For Addition :Matrix addition requires that all matrices involved be of the same size. Specifically, matrices must have identical dimensions (e.g., 3 × 3, 1 × 2, meaning matrix A is 2×2 then matrix B must be 2×2 ). Adding matrices of different sizes, such as 2 × 3 and 3 × 2, is not possible.
For Subtraction:Matrix subtraction also requires that all matrices involved have the same dimensions. Only matrices with identical sizes, such as 4 × 4 or 2 × 5, meaning matrix A is 2×2 then matrix B must be 2×2 can be subtracted from one another. Subtracting matrices of different sizes, like a 3 × 2 and a 2 × 3, is not allowed.
For Multiplication To multiply two matrices, the number of columns in the first matrix must be the same as the number of rows in the second matrix. For example, you can multiply a 2 × 3 matrix by a 3 × 4 matrix, but you can't multiply a 2 × 3 matrix by a 4 × 3 matrix.

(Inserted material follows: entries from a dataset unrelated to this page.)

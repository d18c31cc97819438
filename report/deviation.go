package report

import (
	"strings"

	"slowpoint/model"
	"slowpoint/rules"
)

// Deviation is a product calculated with the surroundings that were recorded in the place of the planned ones.
type Deviation struct {
	Records   []Measured     // of the surroundings
	Steps     []string       // the step of each record
	History   *model.History // with the readings as they stand
	Judgement rules.Judgement
	WithinK   float64 // how far the straight lines that stand for the records may lie from their readings
}

// names are those of the records that were used; of all, if none was.
func (v *Deviation) names() string {
	var s, all []string
	for i := range v.Records {
		all = append(all, v.Records[i].Name)
		if v.Records[i].Problems.Faults() == 0 {
			s = append(s, v.Records[i].Name)
		}
	}
	if len(s) == 0 {
		s = all
	}
	return strings.Join(s, ", ")
}

// worst is the finding that settles its verdict; nil if no limit was judged.
func (v *Deviation) worst() *rules.Finding {
	var worst *rules.Finding
	for i := range v.Judgement.Findings {
		f := &v.Judgement.Findings[i]
		if f.Level == "must" && f.Verdict != rules.NotApplicable && f.Limit != nil && (worst == nil || rules.Worse(f, worst)) {
			worst = f
		}
	}
	return worst
}

// verdict is what the limits say, in a sentence.
func (v *Deviation) verdict() string {
	why := sentence(v.Judgement.Why)
	if f := v.worst(); f != nil {
		why = f.Limit.Name + ": " + sentence(f.Why)
	}
	return say("deviated verdict", v.names(), overall(v.Judgement.Verdict).String(), why)
}

// before is the finding of the plan on a limit; nil if there is none.
func (p *Product) before(l *rules.Limit) *rules.Finding {
	for i := range p.Judgement.Findings {
		if f := &p.Judgement.Findings[i]; f.Limit != nil && l != nil && f.Limit.At == l.At && f.Limit.Name == l.Name && f.Level != "alternative" {
			return f
		}
	}
	return nil
}

// besideWords are the margins of each limit as planned and as recorded: limit, before, after.
func (x *sheet) besideWords() [][]string {
	var rows [][]string
	words := func(f *rules.Finding) string {
		if f == nil {
			return ""
		}
		return joinedBy(verdictWord(f.Verdict), x.head.room(x.p.telling(f)))
	}
	for i := range x.p.Deviation.Judgement.Findings {
		f := &x.p.Deviation.Judgement.Findings[i]
		before := x.p.before(f.Limit)
		if f.Limit == nil || f.Verdict == rules.NotApplicable && (before == nil || before.Verdict == rules.NotApplicable) {
			continue
		}
		rows = append(rows, []string{f.Limit.Name, words(before), words(f), f.Why})
	}
	return rows
}

// deviated is what the product came to with the surroundings as they were recorded, beside the plan.
func (x *sheet) deviated() {
	v := x.p.Deviation
	if v == nil {
		return
	}
	d := x.doc
	d.heading(say("deviated title"), 0, 60)
	d.para(v.verdict(), style{size: body, bold: true, after: 1})
	d.text(say("deviated note"))
	d.table([]col{{title: say("col limit"), wide: 44, bold: true}, {title: say("col planned"), wide: 34}, {title: say("col recorded"), wide: 34}, {title: say("col why"), wide: frameWide - 112}},
		x.besideWords(), small)
	for i := range v.Records {
		m := &v.Records[i]
		d.heading(say("record title", m.Name), 2, 30)
		if len(m.Problems) > 0 {
			x.problems(m.Problems)
			d.y += 1.5
		}
		d.pairs(m.facts(x.head), 34)
		x.echo(m)
	}
	if v.History != nil {
		d.text(say("deviated spread", three(v.WithinK)))
	}
	if v.History != nil {
		q := &Product{Product: x.p.Product, Steps: x.p.Steps, History: v.History, Judgement: rules.Judgement{Findings: v.Judgement.Findings}}
		q.Further = nil
		y := &sheet{doc: d, p: q, decides: q.decides(), order: q.worstFirst()}
		if y.decides.history != nil && y.decides.history.Course != nil {
			d.need(92)
			x.head.history(q, y.decides, small, 96, true).draw(d.canvas(d.left, d.y, frameWide, 88))
			d.y += 89
			d.text(y.slowestSentence())
		}
	}
}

For Transpose The transpose of a matrix is an operation where you flip the matrix over its diagonal. This means that the rows become columns and the columns become rows. For example, if you have an element at position \(a_{ij}\) in the original matrix, it will move to position \(a_{ji}\) in the transposed matrix. This is usually indicated by adding a "T" as an exponent, like \(A^T\). So, the first row of the original matrix becomes the first column of the transposed matrix, and so on.